WHAT IS BEING ASKED:
Begin at the line below that contains "['server/src/lsp/browser.ts'], outfile: 'dist/browser/server.js'". Repeat it and all remaining lines of the records exactly.

Stored items:
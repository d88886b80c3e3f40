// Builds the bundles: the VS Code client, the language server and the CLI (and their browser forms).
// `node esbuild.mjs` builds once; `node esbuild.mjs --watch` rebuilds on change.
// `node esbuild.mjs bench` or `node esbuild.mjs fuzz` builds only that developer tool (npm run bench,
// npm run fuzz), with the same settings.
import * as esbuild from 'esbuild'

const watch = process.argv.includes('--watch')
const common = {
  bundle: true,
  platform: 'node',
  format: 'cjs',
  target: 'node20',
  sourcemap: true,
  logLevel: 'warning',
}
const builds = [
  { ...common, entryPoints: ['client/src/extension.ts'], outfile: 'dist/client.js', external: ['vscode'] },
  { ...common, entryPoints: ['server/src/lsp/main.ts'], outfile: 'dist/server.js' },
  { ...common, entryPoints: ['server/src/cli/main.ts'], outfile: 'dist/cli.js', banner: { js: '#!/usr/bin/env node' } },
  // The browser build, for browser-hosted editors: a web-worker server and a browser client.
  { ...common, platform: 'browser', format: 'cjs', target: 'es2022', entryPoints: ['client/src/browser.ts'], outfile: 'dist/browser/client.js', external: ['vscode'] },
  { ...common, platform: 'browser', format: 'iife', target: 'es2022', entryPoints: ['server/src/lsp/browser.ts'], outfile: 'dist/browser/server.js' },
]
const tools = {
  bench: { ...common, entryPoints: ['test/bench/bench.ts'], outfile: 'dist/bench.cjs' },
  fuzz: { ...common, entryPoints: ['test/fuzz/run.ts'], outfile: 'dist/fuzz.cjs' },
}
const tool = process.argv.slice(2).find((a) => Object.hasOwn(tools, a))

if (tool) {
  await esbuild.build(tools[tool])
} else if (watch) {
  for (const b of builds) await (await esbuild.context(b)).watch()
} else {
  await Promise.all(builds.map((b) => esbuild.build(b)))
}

REPLY TO THE TASK:
  { ...common, platform: 'browser', format: 'iife', target: 'es2022', entryPoints: ['server/src/lsp/browser.ts'], outfile: 'dist/browser/server.js' },
]
const tools = {
  bench: { ...common, entryPoints: ['test/bench/bench.ts'], outfile: 'dist/bench.cjs' },
  fuzz: { ...common, entryPoints: ['test/fuzz/run.ts'], outfile: 'dist/fuzz.cjs' },
}
const tool = process.argv.slice(2).find((a) => Object.hasOwn(tools, a))

if (tool) {
  await esbuild.build(tools[tool])
} else if (watch) {
  for (const b of builds) await (await esbuild.context(b)).watch()
} else {
  await Promise.all(builds.map((b) => esbuild.build(b)))
}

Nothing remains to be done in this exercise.